The latest updates to my slow-going personal project, zeeker.
I’ve wanted to pen down my thoughts on the next stage of the evolution of my projects for some time. Here I go!
What’s next after pdpc-decisions?
I had a lot of fun writing pdpc-decisions. It scraped data from the Personal Data Protection Commission’s enforcement decisions web page and produced a table, downloads and text. Now I got my copy of the database! From there, I made visualisations, analyses and fun graphs.
All for free.
The “free” includes the training I got coding in Python and trying out various stages of software development, from writing tests to distributing a package as a module and a docker container.
In the lofty “what’s next” section of the post, I wrote:
The ultimate goal of this code, however leads to my slow-going super-project, which I called zeeker. It’s a database of personal data protection resources in the cloud, and I hope to expand on the source material here to create an even richer database. So this will not be my last post on this topic.
I also believe that this is a code framework which can be used to scrape other types of legal cases like the Supreme Court, the State Court, or even the Strata Titles Board. However, given my interest in using enforcement decisions as a dataset, I started with PDPC first. Nevertheless, someone might find it helpful so if there is an interest, please let me know!
What has happened since then?
For one, personal data protection commission decisions are not interesting enough for me. Since working on that project, the deluge of decisions has trickled as the PDPC appeared to have changed its focus to compliance and other cool techy projects.
Furthermore, there are much more interesting data out there: for example, the PDPC has created many valuable guidelines which are currently unsearchable. As Singapore’s rules and regulations grow in complexiseekerere’s much hidden beneath the surface. The zeeker project shouldn’t just focus on a narrow area of law or judgements and decisions.
In terms of system architecture, I made two other decisions.
Use more open-source libraries, and code less.
I grew more confident in my coding skills doing pdpc-decisions, but I used a few basic libraries and hacked my way through the data. When I look back at my code, it is unmaintainable. Any change can break the library, and the bog of whacked-up coding made it hard for me to understand what I was doing several months later. Tests, comments and other documentation help, but only if you’re a disciplined person. I’m not that kind of guy.
Besides writing code (which takes time and lots of motivation), I could also “piggyback” on the efforts of others to create a better stack. The stack I’ve decided so far has made coding more pleasant.
Decoupling the project with the programming language also expands the palette of tools I can have. For example, instead of using a low-level Python library like pdfminer to “plumb” a PDF, I could use a self-hosted docker container like parsr to OCR or analyse the PDF and then convert it to text.
It’s about finding the best tool for the job, not depending only on my (medio,cre) programming skills to bring results.

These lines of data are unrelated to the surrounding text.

//! Figures as files: SVG, PNG and PDF. The writers see [`chem::ink::Ink`] and plain facts, no chemistry.
//!
//! A [`Sheet`] puts the ink on a page of its own; what a writer makes of it has exactly the sheet's
//! size. All writers are pure: no clock, no file, no font of the machine, so that the same drawing
//! gives the same bytes.

pub mod pdf;
pub mod png;
pub mod svg;

use chem::ink::{Ink, Item, Part, Shape, TextRun};
use kurbo::Vec2;
use std::fmt;

pub use chem::ink::POINTS_PER_MM;

/// The least side of a page, in points: an empty drawing still gives a file that opens.
const LEAST_SIDE: f64 = 1.0;

/// What a file says about its figure beside showing it.
#[derive(Clone, Debug, Default, PartialEq, Eq)]
pub struct Facts {
    /// Title of the figure; empty for none.
    pub title: String,
    /// What the figure shows, in words, for those who cannot see it; empty for none.
    pub description: String,
    /// Words to find it by.
    pub keywords: Vec<String>,
    /// The program that made it.
    pub creator: String,
    /// When it was made, if that is to be told.
    pub date: Option<Date>,
}

/// A point in time for a file's metadata, UTC.
#[derive(Clone, Copy, Debug, PartialEq, Eq)]
pub struct Date {
    /// Year, 0 to 9999.
    pub year: u16,
    /// Month, 1 to 12.
    pub month: u8,
    /// Day, 1 to 31.
    pub day: u8,
    /// Hour, 0 to 23.
    pub hour: u8,
    /// Minute, 0 to 59.
    pub minute: u8,
    /// Second, 0 to 59.
    pub second: u8,
}

/// Ink on a page of its own.
#[derive(Clone, Copy, Debug)]
pub struct Sheet<'a> {
    /// What is drawn.
    pub ink: &'a Ink,
    /// Width of the page, points.
    pub width: f64,
    /// Height of the page, points.
    pub height: f64,
    /// From the ink's coordinates to those of the page (origin at the upper left, y down), points.
    pub offset: Vec2,
    /// What the file says about the figure.
    pub facts: &'a Facts,
}

/// Why ink does not go on a page.
#[derive(Clone, Copy, Debug, PartialEq)]
pub enum SheetError {
    /// The figure is wider than the width asked for; both in points.
    TooWide {
        /// Width of the figure.
        needed: f64,
        /// Width asked for.
        asked: f64,
    },
    /// The width or margin asked for is no size for a page; points.
    NoSize(f64),
}

impl fmt::Display for SheetError {
    fn fmt(&self, f: &mut fmt::Formatter<'_>) -> fmt::Result {
        match self {
            SheetError::TooWide { needed, asked } => write!(
                f,
                "the figure is {:.1} mm wide, more than the {:.1} mm asked for: ask for more, turn the drawing, or take a style with shorter bonds",
                // rounded up, so that the width named is enough
                (needed / POINTS_PER_MM * 10.0).ceil() / 10.0,
                asked / POINTS_PER_MM
            ),
            SheetError::NoSize(points) => write!(
                f,
                "{} mm is no width or margin for a page: give a positive number",
                points / POINTS_PER_MM
            ),
        }
    }
}

impl std::error::Error for SheetError {}

impl<'a> Sheet<'a> {
    /// A page round the ink: with this margin on all sides, or exactly as wide as asked, the ink in
    /// the middle. The ink is never made smaller. All in points.
    ///
    /// # Errors
    /// If the ink is wider than the width asked for, or a size is no positive number.
    pub fn fit(
        ink: &'a Ink,
        margin: f64,
        width: Option<f64>,
        facts: &'a Facts,
    ) -> Result<Sheet<'a>, SheetError> {
        if !margin.is_finite() || margin < 0.0 {
            return Err(SheetError::NoSize(margin));
        }
        let bounds = ink.bounds;
        let width = match width {
            Some(asked) if !asked.is_finite() || asked < LEAST_SIDE => {
                return Err(SheetError::NoSize(asked));
            }
            // a hair of slack for widths that were turned from millimetres
            Some(asked) if bounds.width() > asked + 1e-6 => {
                return Err(SheetError::TooWide {
                    needed: bounds.width(),
                    asked,
                });
            }
            Some(asked) => asked,
            None => (bounds.width() + 2.0 * margin).max(LEAST_SIDE),
        };
        let height = (bounds.height() + 2.0 * margin).max(LEAST_SIDE);
        let middle = Vec2::new(0.5 * width, 0.5 * height);
        Ok(Sheet {
            ink,
            width,
            height,
            offset: middle - bounds.center().to_vec2(),
            facts,
        })
    }
}

/// The items of a figure, with the runs of one label or caption gathered.
enum Piece<'a> {
    Mark(&'a Shape),
    Words(Vec<&'a TextRun>),
}

/// Gathers runs that follow each other and belong to one part.
fn pieces(items: &[Item]) -> Vec<Piece<'_>> {
    let mut out: Vec<Piece<'_>> = Vec::new();
    let mut last: Option<Part> = None;
    for item in items {
        match (&item.shape, out.last_mut()) {
            (Shape::Text(run), Some(Piece::Words(runs))) if last == Some(item.part) => {
                runs.push(run);
            }
            (Shape::Text(run), _) => out.push(Piece::Words(vec![run])),
            (mark @ (Shape::Fill(_) | Shape::Stroke(..)), _) => out.push(Piece::Mark(mark)),
        }
        last = Some(item.part);
    }
    out
}

#[cfg(test)]
mod tests;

There’s, of course, an issue of technical debt (if parsr is not being developed anymore, my project can slow down as well). I think this is not so bad because all the projects I picked are open-source. I would also pick well-documented and popular projects to reduce this risk.
It’s all a pipeline, baby.
The only way the above is possible is a paradigm shift from making one single package of code to thinking about the work as a process. There are discrete parts to a task, and the code is suited for that particular task.
I was inspired to change the way I thought about zeeker when I saw the flow chart for OpenLaw NZ’s Data Pipeline.
It’s made of several AWS components and services (with some Azure). The steps are small, like receiving an event, sending it to a serverless function, putting the data in an S3 bucket, and then running another serverless function.
The key insight is to avoid building a monolith. I am not committed to building a single program or website. Instead, a project is broken into smaller parts. Each part is only intended to do a small task well. In this instance, zeekerscrapers is only a scraper. It looks at the webpage, takes the information already present on the web page, and saves or downloads the information. It doesn't bother with machine learning, displaying the results or any other complicated processing.
Besides using the right tool for the job, it is also easier to maintain.
The modularity also makes it simple to chop and change for different types of data. For example, you need to OCR a scanned PDF but don’t need to do that for a digital PDF. If the workflow is a pipeline, you can take that task out of the pipeline. Furthermore, some tasks, such as downloading a file, are standard fare. If you have a code you can reuse over several pipelines, you can save much coding time.
On the other hand, I would be relying heavily on cloud infrastructure to accomplish this, which is by no means cheap or straightforward.
I have been quite busy lately, so I have yet to develop this at the pace I would like. For now, I have been converting pdpc-decisions to seeker. It’s been a breeze even though I took so much time.
On the other hand, my leisurely pace also allowed me to think about more significant issues, like what I can generalise and whether I will get bad vibes from this code in the future. Hopefully, the other scrapers can develop at breakneck speed once I complete thinking through the issues.
I have also felt more and more troubled by what to prioritise. Should I write more scrapers? Scrape what? Should I focus on adding more features to existing scrapers (like extracting entities and summarisation etc.)? When should I start writing the front end? When should I start advertising this project?
It’d be great to hear your comments. Meanwhile, keep watching this space!